How to scrape Crunchbase in 2026: 6 easy steps

December 08, 2025

9 min read

Crunchbase holds data on over 2 million companies, including funding rounds, leadership info, and investor details. Extracting this data manually would take weeks.

This guide shows you exactly how to scrape Crunchbase using Python. You'll learn multiple extraction methods, from simple HTTP requests to handling Cloudflare protection.

I've scraped Crunchbase for lead generation projects and market research. The techniques here come from real production scrapers that collected data on thousands of companies.

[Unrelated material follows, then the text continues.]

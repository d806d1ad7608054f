"""The assembler's fixture programs are inputs of its tests, not programs to run as tests."""

collect_ignore = ["asm_fixtures"]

How Does Crunchbase Scraping Work?

Scraping Crunchbase works by extracting company data from the hidden JSON cache embedded in each page's HTML source. Crunchbase uses Angular and stores pre-rendered data in a <script id="ng-state"> element. You can parse this JSON directly instead of scraping visible HTML elements, making extraction faster and more reliable than traditional scraping methods.

This approach bypasses many common scraping headaches. No need to wait for JavaScript rendering or deal with complex CSS selectors.

What You'll Learn

This tutorial covers everything you need to build a working Crunchbase scraper. You'll learn how to discover company URLs through sitemaps, extract data from the Angular cache, handle anti-bot protection, and export results to JSON.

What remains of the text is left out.